Full disclosure: I met Lisa in September 1984, after I quit my job teaching on an Indian Reservation to work without pay as a paralegal in immigration prisons. As I stepped into Proyecto Libertad’s office on my Day One, Lisa was reading the riot act to her staff, in Spanish.

She told them how important their jobs were, and that they had to be absolutely scrupulous about everything they did. She scared the pants off me.

I proceeded to work as a paralegal for Proyecto, then at three other immigration prisons, because no one knew, in those days, except for a few dirt-poor lawyers, what was happening in our immigration prisons on the border — a tremendous prison system that has crept, far from the public eye, farther and farther inland, and farther away from legal oversight.

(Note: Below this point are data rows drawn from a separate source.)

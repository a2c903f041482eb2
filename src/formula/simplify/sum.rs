//! Sums: what is linear is taken apart, so that the loop over rows holds only what must be done row by row.

use super::super::graph::{Graph, Node, Reduction, position};
use super::{is_condition, uniform};
use crate::laws::{Algebra, Value};
use crate::maths::{self, Binary, Ternary, Unary};
use std::sync::Arc;

/// Operations looked at before what is left is summed as it stands.
const STEPS: usize = 500;

/// The sum of a vector.
pub(crate) fn sum(g: &mut Graph, v: Value) -> Value {
    sum_within(g, v, &mut { STEPS })
}

fn sum_within(g: &mut Graph, v: Value, steps: &mut usize) -> Value {
    if g.known_values(v).is_some() || g.shape_of(v).is_empty() || *steps == 0 {
        return g.reduce(Reduction::Sum, v);
    }
    let parts = linear(g, v, None, steps);
    match parts {
        (Some(number), None) => number,
        (number, Some(rows)) => {
            let rest = peeled(g, rows, steps).unwrap_or_else(|| g.reduce(Reduction::Sum, rows));
            match number {
                Some(number) => g.add_values(number, rest),
                None => rest,
            }
        }
        (None, None) => g.constant(0.0),
    }
}

/// The sum of v (times a weight known from data) as a number, and a vector that still has to be summed.
type Parts = (Option<Value>, Option<Value>);

fn weighted(g: &mut Graph, v: Value, weight: Option<Value>) -> Value {
    match weight {
        Some(w) => g.multiply(v, w),
        None => v,
    }
}

fn linear(g: &mut Graph, v: Value, weight: Option<Value>, steps: &mut usize) -> Parts {
    let as_it_stands = |g: &mut Graph| (None, Some(weighted(g, v, weight)));
    if *steps == 0 {
        return as_it_stands(g);
    }
    *steps -= 1;
    if g.known_values(v).is_some() {
        let all = weighted(g, v, weight);
        return (Some(g.reduce(Reduction::Sum, all)), None);
    }
    match g.node(v) {
        Node::Unary(Unary::Negate, a) => {
            let negate =
                |g: &mut Graph, part: Option<Value>| part.map(|p| g.unary(Unary::Negate, p));
            let (number, rows) = linear(g, a, weight, steps);
            (negate(g, number), negate(g, rows))
        }
        Node::Binary(op @ (Binary::Add | Binary::Subtract), a, b) => {
            let (a_shape, b_shape) = (g.shape(a), g.shape(b));
            let whole = if a_shape.axis().is_some() {
                a_shape
            } else {
                b_shape
            };
            let a = side(g, a, weight, whole.len(), steps);
            let b = side(g, b, weight, whole.len(), steps);
            (joined(g, op, a.0, b.0), joined(g, op, a.1, b.1))
        }
        Node::Binary(Binary::Multiply, a, b) => {
            let (a, b) = if g.is_number(a) || g.known_values(a).is_some() {
                (b, a)
            } else {
                (a, b)
            };
            if g.is_number(b) {
                return scaled(g, Binary::Multiply, v, a, b, weight, steps);
            }
            if g.known_values(b).is_some() {
                let weight = weighted(g, b, weight);
                return linear(g, a, Some(weight), steps);
            }
            as_it_stands(g)
        }
        Node::Binary(Binary::Divide, a, b) if g.is_number(b) => {
            scaled(g, Binary::Divide, v, a, b, weight, steps)
        }
        Node::Dot(matrix, x) => {
            let weights = weight.map(|w| g.known_values(w).unwrap_or_default());
            let columns: Vec<Arc<[f64]>> = g.matrices[matrix.0].columns.clone();
            let column = |c: &Arc<[f64]>| match &weights {
                Some(w) => maths::sum(
                    &c.iter()
                        .zip(spread(w, c.len()))
                        .map(|(x, w)| x * w)
                        .collect::<Vec<_>>(),
                ),
                None => maths::sum(c),
            };
            let totals: Vec<f64> = columns.iter().map(column).collect();
            folded(g, x, totals).map_or_else(|| as_it_stands(g), |number| (Some(number), None))
        }
        Node::Gather(x, index) if !g.is_number(index) && g.known_values(index).is_some() => {
            let at = g.known_values(index).unwrap_or_default();
            let weights = weight.map(|w| g.known_values(w).unwrap_or_default());
            let mut totals = vec![0.0; g.shape_of(x).len()];
            let len = totals.len();
            for (row, &index) in at.iter().enumerate() {
                let Some(element) = position(index, len) else {
                    return as_it_stands(g);
                };
                totals[element] += match &weights {
                    Some(w) if w.len() == 1 => w[0],
                    Some(w) => w[row],
                    None => 1.0,
                };
            }
            folded(g, x, totals).map_or_else(|| as_it_stands(g), |number| (Some(number), None))
        }
        _ => as_it_stands(g),
    }
}

fn spread(w: &[f64], len: usize) -> impl Iterator<Item = f64> + '_ {
    (0..len).map(move |i| if w.len() == 1 { w[0] } else { w[i] })
}

/// The sum over the elements of x, each times its total weight.
fn folded(g: &mut Graph, x: Value, totals: Vec<f64>) -> Option<Value> {
    if !totals.iter().all(|t| t.is_finite()) {
        return None;
    }
    let Some(axis) = g.shape_of(x).axis().cloned() else {
        let total = g.constant(totals[0]);
        return Some(g.multiply(x, total));
    };
    let totals = g.data(axis, totals.into());
    let product = g.multiply(x, totals);
    Some(g.reduce(Reduction::Sum, product))
}

/// One side of a sum of two, which may be a number.
fn side(g: &mut Graph, v: Value, weight: Option<Value>, rows: usize, steps: &mut usize) -> Parts {
    if g.is_number(v) {
        let count = match weight.and_then(|w| g.known_values(w)) {
            Some(w) if w.len() == 1 => w[0] * rows as f64,
            Some(w) => maths::sum(&w),
            None => rows as f64,
        };
        let count = g.constant(count);
        return (Some(g.multiply(v, count)), None);
    }
    let (number, rows) = linear(g, v, weight, steps);
    let Some(rows) = rows else {
        return (number, None);
    };
    match peeled(g, rows, steps) {
        Some(rest) => (joined(g, Binary::Add, number, Some(rest)), None),
        None => (number, Some(rows)),
    }
}

fn joined(g: &mut Graph, op: Binary, a: Option<Value>, b: Option<Value>) -> Option<Value> {
    match (a, b) {
        (Some(a), Some(b)) => Some(g.binary(op, a, b)),
        (Some(a), None) => Some(a),
        (None, Some(b)) if op == Binary::Subtract => Some(g.unary(Unary::Negate, b)),
        (None, b) => b,
    }
}

/// v = a times (or over) the number b.
fn scaled(
    g: &mut Graph,
    op: Binary,
    v: Value,
    a: Value,
    b: Value,
    weight: Option<Value>,
    steps: &mut usize,
) -> Parts {
    let (number, rows) = linear(g, a, weight, steps);
    if number.is_none() {
        return (None, Some(weighted(g, v, weight)));
    }
    let scale = |g: &mut Graph, part: Option<Value>| part.map(|p| g.binary(op, p, b));
    (scale(g, number), scale(g, rows))
}

/// The sum of a vector whose outermost operation can be done once after a simpler sum.
fn peeled(g: &mut Graph, v: Value, steps: &mut usize) -> Option<Value> {
    if *steps == 0 {
        return None;
    }
    *steps -= 1;
    let mut inner = |g: &mut Graph, v: Value| sum_within(g, v, steps);
    match g.node(v) {
        Node::Unary(Unary::Negate, a) => {
            let total = inner(g, a);
            Some(g.unary(Unary::Negate, total))
        }
        Node::Binary(Binary::Multiply, a, b) if g.is_number(b) || g.is_number(a) => {
            let (a, b) = if g.is_number(b) { (a, b) } else { (b, a) };
            let total = inner(g, a);
            Some(g.multiply(total, b))
        }
        Node::Binary(Binary::Divide, a, b) if g.is_number(b) => {
            let total = inner(g, a);
            Some(g.divide(total, b))
        }
        Node::Unary(Unary::Square, a) => squares(g, a, steps),
        Node::Ternary(Ternary::Select, c, a, b) => selected(g, v, [c, a, b], steps),
        _ => None,
    }
}

/// A guard moves out of the sum: whether it holds for all rows decides whether the sum counts.
fn selected(g: &mut Graph, v: Value, [c, a, b]: [Value; 3], steps: &mut usize) -> Option<Value> {
    let rows = g.shape(v);
    let mut whole = |g: &mut Graph, part: Value| {
        if g.is_number(part) {
            let count = g.constant(rows.len() as f64);
            g.multiply(part, count)
        } else {
            sum_within(g, part, steps)
        }
    };
    let nothing = uniform(g, b) == Some(f64::NEG_INFINITY);
    let cheap = [a, b]
        .iter()
        .any(|&part| g.is_number(part) || g.known_values(part).is_some());
    if g.is_number(c) {
        if !cheap {
            return None;
        }
        let (x, y) = (whole(g, a), whole(g, b));
        return Some(g.select(c, x, y));
    }
    if !nothing || !is_condition(g, c) {
        return None;
    }
    let all = g.reduce(Reduction::Minimum, c);
    let (x, y) = (whole(g, a), g.constant(f64::NEG_INFINITY));
    Some(g.select(all, x, y))
}

/// The sum of squares of a.
fn squares(g: &mut Graph, a: Value, steps: &mut usize) -> Option<Value> {
    match g.node(a) {
        Node::Binary(op @ (Binary::Multiply | Binary::Divide), x, s) => {
            let (x, s) = if op == Binary::Multiply && g.is_number(x) {
                (s, x)
            } else {
                (x, s)
            };
            if !g.is_number(s) {
                return None;
            }
            let square = g.unary(Unary::Square, x);
            let total = sum_within(g, square, steps);
            let scale = g.unary(Unary::Square, s);
            Some(g.binary(op, total, scale))
        }
        Node::Binary(Binary::Subtract, x, y) => {
            let (data, number) = if g.is_number(y) { (x, y) } else { (y, x) };
            if !g.is_number(number) || g.is_number(data) {
                return None;
            }
            let values = g.known_values(data)?;
            about_a_number(g, &values, number)
        }
        _ => None,
    }
}

/// The sum of (x - m)^2 over data x with a number m, by the mean of the data: S + n ((c - m) + d)^2, where c
/// is near the mean, d the mean of x - c, and S the sum of squares about the mean. c - m does not cancel
/// more than x - m does.
fn about_a_number(g: &mut Graph, values: &[f64], m: Value) -> Option<Value> {
    let n = values.len() as f64;
    let c = values[0];
    let about: Vec<f64> = values.iter().map(|x| x - c).collect();
    let d = maths::mean(&about);
    let squares: Vec<f64> = about.iter().map(|x| (x - d) * (x - d)).collect();
    let total = maths::sum(&squares);
    if !(total.is_finite() && d.is_finite()) {
        return None;
    }
    let (c, d, total, n) = (
        g.constant(c),
        g.constant(d),
        g.constant(total),
        g.constant(n),
    );
    let from = g.subtract(c, m);
    let from = g.add_values(from, d);
    let square = g.unary(Unary::Square, from);
    let moved = g.multiply(square, n);
    Some(g.add_values(moved, total))
}
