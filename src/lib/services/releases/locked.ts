import { lockRelease } from '../../../../db/queries/releases.ts';
import type { Release } from '../../../../db/tables.ts';
import { type InTransaction, ServiceError } from '../context.ts';
import { type State, type Step, isAllowed, stateAt, wordOf } from './state.ts';

/** The release, locked to the end of the transaction. @throws ServiceError `not_found` */
export async function lockedRelease(ctx: InTransaction, id: string): Promise<Release> {
  const release = await lockRelease(ctx.db, id);
  if (release) return release;
  throw new ServiceError('not_found', `There is no release ${id}.`);
}

/** @throws ServiceError `conflict` where the step may not be taken from the release's state now. */
export function requireStep(ctx: Pick<InTransaction, 'now'>, release: Release, step: Step): void {
  const state = stateAt(release, ctx.now());
  if (isAllowed(step, state)) return;
  throw new ServiceError('conflict', refusalOf(release.id, state));
}

/** @throws ServiceError `conflict` unless the release is a draft. */
export function requireDraft(release: Release): void {
  if (release.state === 'draft') return;
  throw new ServiceError(
    'conflict',
    `${refusalOf(release.id, release.state)} Only a draft is changed.`,
  );
}

/**
 * Holds what the person saw against what stands now.
 * @throws ServiceError `conflict`: somebody has changed the release since.
 */
export function requireVersion(release: Release, version: number): void {
  if (release.version === version) return;
  throw new ServiceError(
    'conflict',
    'Somebody has changed this release since you opened it. Nothing was saved; what you typed is still below. Look at what stands now, then send it again.',
    [{ field: 'version', message: String(release.version) }],
  );
}

function refusalOf(id: string, state: State): string {
  return `Release ${id} is ${wordOf(state).toLowerCase()} now.`;
}
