import { periodDifference } from '../../econ/periods.ts';
import type {
  Assumptions,
  ComputeRequest,
  Frequency,
  LevelSeries,
  Timing,
} from '../../econ/types.ts';

export interface InputSeries {
  concept: 'money' | 'prices' | 'activity';
  timing: Timing | null;
  start: string;
  /** The digits of the file. */
  values: string[];
}

/** The contract's request of a release: the vintage cut at the reference period, so that nothing later enters. */
export function requestOf(
  frequency: Frequency,
  period: string,
  series: InputSeries[],
  assumptions: Assumptions,
): ComputeRequest {
  const cut = (concept: InputSeries['concept']): LevelSeries | undefined => {
    const found = series.find((one) => one.concept === concept);
    if (!found) return undefined;
    const kept = periodDifference(found.start, period) + 1;
    const values = found.values.slice(0, Math.max(kept, 0)).map(Number);
    if (values.length === 0) return undefined;
    return { start: found.start, values, ...(found.timing && { timing: found.timing }) };
  };
  const money = cut('money');
  if (!money) throw new RangeError(`There is no money up to ${period}.`);
  const prices = cut('prices');
  const activity = cut('activity');
  return {
    frequency,
    money,
    ...(prices && { prices }),
    ...(activity && { activity }),
    ...assumptions,
  };
}
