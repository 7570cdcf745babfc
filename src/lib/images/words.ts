import {
  growthFigure,
  periodLabel,
  periodNoun,
  side,
  surpriseFigure,
  withUnit,
} from '../charts/figures.ts';
import type { FigureOptions } from '../charts/figures.ts';
import type { ShareImageInput } from './shareImage.ts';

/** The caution that stands on every image. */
export const shortCaution = 'Model-implied: not a measurement of output, not a forecast.';

/** A surprise without its sign: "±0.45 pp". */
export function typicalSize(error: number, options: FigureOptions): string {
  return withUnit(surpriseFigure(error, options).replace('+', '±'), 'pp');
}

function change(logPoints: number, options: FigureOptions): { size: string; sign: number } {
  const figure = growthFigure(logPoints, options);
  const size = figure.replace('−', '');
  return { size: `${size}%`, sign: /[1-9]/.test(size) ? Math.sign(logPoints) : 0 };
}

/** "Money grew 1.15%; growth of 0.31% expected": log points of money growth, actual and expected, in per cent. */
export function growthWords(growth: number, expected: number, options: FigureOptions): string {
  const actual = change(growth, options);
  const before = change(expected, options);
  const did =
    actual.sign > 0
      ? `Money grew ${actual.size}`
      : actual.sign < 0
        ? `Money fell ${actual.size}`
        : 'Money did not change';
  const was =
    before.sign > 0
      ? `growth of ${before.size}`
      : before.sign < 0
        ? `a fall of ${before.size}`
        : 'no change';
  return `${did}; ${was} expected`;
}

/** "Source: …; Slackwater method 1.4. CC BY 4.0". */
export function sourceLine(source: string, methodVersion: string): string {
  return `Source: ${source}; Slackwater method ${methodVersion}. CC BY 4.0`;
}

function relation(surprise: number): string {
  const where = side(surprise);
  return where === 'level' ? 'level' : `${where} expectation`;
}

/** Text alternative of the image: all it says, and the values it draws. */
export function alternativeText(input: ShareImageInput): string {
  const { economy, period, surprise, growth, expected, forecast_se, history } = input;
  const known = history.surprise.filter((value): value is number => value !== null);
  const figure = (value: number) => withUnit(surpriseFigure(value, input), 'pp');
  const sentences = [
    `${economy}, ${periodLabel(period)}: money surprise ${figure(surprise)}, ${relation(surprise)}.`,
    `${growthWords(growth, expected, input)}.`,
  ];
  const first = history.periods[0];
  if (first !== undefined && known.length > 0) {
    sentences.push(
      `Bars: surprises of ${history.periods.length} ${periodNoun(first)}s from ${periodLabel(first)},` +
        ` between ${figure(Math.min(...known))} and ${figure(Math.max(...known))}.`,
    );
  }
  if (forecast_se !== null) sentences.push(`Typical range ${typicalSize(forecast_se, input)}.`);
  return `${sentences.join(' ')} ${shortCaution}`;
}

/** What stands under the image where it is used: title, figures, caution, source and licence. */
export function captionText(input: ShareImageInput): string {
  const { title, economy, period, surprise, growth, expected, source, methodVersion } = input;
  const figure = withUnit(surpriseFigure(surprise, input), 'pp');
  const titled = /[.?!]$/.test(title) ? title : `${title}.`;
  return (
    `${titled} ${economy}, ${periodLabel(period)}: money surprise ${figure} (log points).` +
    ` ${growthWords(growth, expected, input)}. ${shortCaution} ${sourceLine(source, methodVersion)}.`
  );
}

I got into the prisons honestly, as a paralegal, and worked, and looked around. And took notes. I entered two other immigration prisons as a reporter, and was refused entrance at another, and witnessed the chicanery and outright lies that have become a custom of 40 years standing on the border.

Clare Cherkasky, a longtime attorney for Proyecto Libertad, now in private practice in Alexandria, Va., remembered Lisa for “her brilliance and creativity, her love for all living beings, and many, many, many lives changed for the better.”

Lisa came to see me two years ago in Denver. It was the first vacation she’d taken, I believe, in more than 20 years. That’s when I learned she was a farm girl at heart. I could see it in her eyes when she talked about horses, and her farm and trees, and played with my dogs.

After Lisa left Proyecto, 30-some years ago, she founded the Refugio del Río Grande, a refuge for torture victims in south Texas. Lisa leaves behind her beloved boxers, a pair of white llamas, a flock of chickens, a small, spoiled herd of cattle, and a white horse.

Lisa was light in darkness for dozens of human rights and civil rights attorneys who carry her torch. She saved thousands of lives: poor people, strangers, refugees. If it’s true, as the Torah says, that she who saves one life saves all mankind, then Lisa saved a medium-size planet.

She’s gone now, and her flame must be carried by others, against Lisa’s opponents, many of them in our own government, who still — phony Christians — use their money, power, connections and shamelessness, to try to snuff out the flame that Lisa helped to light.